"Момент истины", или Когда ситуация пихает в спину
Социологические опросы на Западе о динамике отношения к украинским беженцам и беженкам демонстрируют, что бремя московитских способов поведения и быта часть наших земляков и землячек потянули за собой, поэтому пора и им, и нам европеизироваться, ведь момент истины настал.
Недавно одна из влиятельных польских газет, "Rzeczpospolita", опубликовала результаты социологического опроса об отношении поляков к Украине, помощи ей и пребывании в стране украинских беженцев, которые спровоцировали оживленное обсуждение и некоторых даже скандализировали.
Поскольку, по данным этой группы варшавских исследователей, в течение апреля 2022 – января 2023 года, несмотря на сохранение хорошего отношения к Украине в целом и поддержки военной помощи Украине, к самим украинским беженцам отношение ощутимо ухудшилось. Большинство приведенных причин не удивляют – "рядовыми" поляками движет страх потери рабочих мест, перспектива "делиться" государственными ресурсами и тому подобное. Такие страхи всегда сопровождают любую достаточно значительную миграцию. Обсуждение вызвали другие причины – претенциозность (на языке оригинала – roszczeniowość), бытовые "понты", то есть специфические поведенческие паттерны, известные в Украине под названием "жлобство", включающие, в частности, бесцеремонность и склонность демонстрировать всем вокруг состоятельность и привилегированность. Добавилась и русскоязычность. Последняя, как несложно увидеть из публикации, вообще работает триггером.
Поляков и других европейцев шокируют претенциозность, бытовые "понты", "жлобство", бесцеремонность и склонность демонстрировать всем вокруг состоятельность и привилегированность определенной части украинских беженок и беженок. Триггером неприязни работает в данном случае их русскоязычность.

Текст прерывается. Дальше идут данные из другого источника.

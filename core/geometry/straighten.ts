// Resample an image along its AP axis into a horizontal strip (anterior left): the straightened view of the window,
// the exported figures and the live re-measurement all use this one function.
import type { ApAxis, Plane } from '../model';
import { axisLeftNormal } from './axis-math';

/**
 * Straighten `plane` along `axis`: column i samples x/EL = i/(samplesAlong−1) (both poles included); row j lies
 * (halfWidthPx − j)·rowStepPx px to the left of anterior→posterior, so row 0 is the left side (dorsal when dorsalSide is
 * 'left'). Bilinear sampling with pixel centres at integers (the rule of core/image sampleBilinear); samples beyond the
 * outermost pixel centres are `outside` (NaN by default: no data there). Returns samplesAlong × (2·halfWidthPx + 1).
 */
export function straightenPlane(
  plane: Plane, axis: ApAxis, halfWidthPx: number, samplesAlong: number, rowStepPx = 1, outside = Number.NaN,
): Plane {
  if (!Number.isInteger(halfWidthPx) || halfWidthPx < 0) throw new Error(`halfWidthPx must be an integer ≥ 0, got ${halfWidthPx}`);
  if (!Number.isInteger(samplesAlong) || samplesAlong < 2) throw new Error(`samplesAlong must be an integer ≥ 2, got ${samplesAlong}`);
  const rows = 2 * halfWidthPx + 1;
  const out = new Float32Array(samplesAlong * rows);
  const n = axisLeftNormal(axis);
  const dx = (axis.posterior.x - axis.anterior.x) / (samplesAlong - 1);
  const dy = (axis.posterior.y - axis.anterior.y) / (samplesAlong - 1);
  const { width, height, data } = plane;
  // Bilinear sampling inlined: this loop runs on every drag step of a large image.
  for (let j = 0; j < rows; j += 1) {
    const off = (halfWidthPx - j) * rowStepPx;
    let x = axis.anterior.x + off * n.x;
    let y = axis.anterior.y + off * n.y;
    for (let i = 0, k = j * samplesAlong; i < samplesAlong; i += 1, k += 1, x += dx, y += dy) {
      if (!(x >= 0 && y >= 0 && x <= width - 1 && y <= height - 1)) { out[k] = outside; continue; }
      const x0 = x < width - 1 ? Math.floor(x) : Math.max(0, width - 2);
      const y0 = y < height - 1 ? Math.floor(y) : Math.max(0, height - 2);
      const fx = x - x0, fy = y - y0;
      const r0 = y0 * width + x0;
      const r1 = Math.min(y0 + 1, height - 1) * width + x0;
      const x1 = x0 + 1 < width ? 1 : 0;
      const top = data[r0] + (data[r0 + x1] - data[r0]) * fx;
      const bottom = data[r1] + (data[r1 + x1] - data[r1]) * fx;
      out[k] = top + (bottom - top) * fy;
    }
  }
  return { width: samplesAlong, height: rows, data: out };
}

Таким образом, ожидаемое, хоть и малоприятное социальное последствие войны дает основания для размышлений. И в который раз побуждает грустно улыбнуться тому, какие же длинные руки имеет история.
К чему здесь история? Да к тому, что основная масса беженцев у нас – из района боевых действий и прилегающих к ним. А это, опять-таки, если возьмем упрощенно, потому что зона боевых действий сейчас имеет уже другую географию, чем прошлогодней весной, это территория Слобожанщины, Донетчины, Луганщины и более восточные части исторического Левобережья. Чем примечательны эти места?
Прежде всего, сравнительно поздним освоением – особенно это касается так называемого "Донбасса". При этом они заселялись специфическим элементом – несколько раз в прошлом эти края стали местом, куда отправлялись как минимум авантюристы как максимум – лица, имевшие проблемы с законом. Конечно, они были совсем неединственным и не доминирующим численно социальным типажом, однако имеющегося количества вполне хватало, чтобы делать жизнь на этих рубежах, скажем так, не вполне спокойной. А иногда и вообще сносить ростки упорядоченной жизни – пример той же Вишневеччины летом 1648 года в студию. Позже жители этих регионов с не меньшим успехом портили кровь гетманам – "война берегов" это не только о властных амбициях претендентов на булаву и спорах вокруг внешнеполитических ориентаций, это и о разнице между вчерашней "серомой" и "старинными казаками" и "людом почтивым".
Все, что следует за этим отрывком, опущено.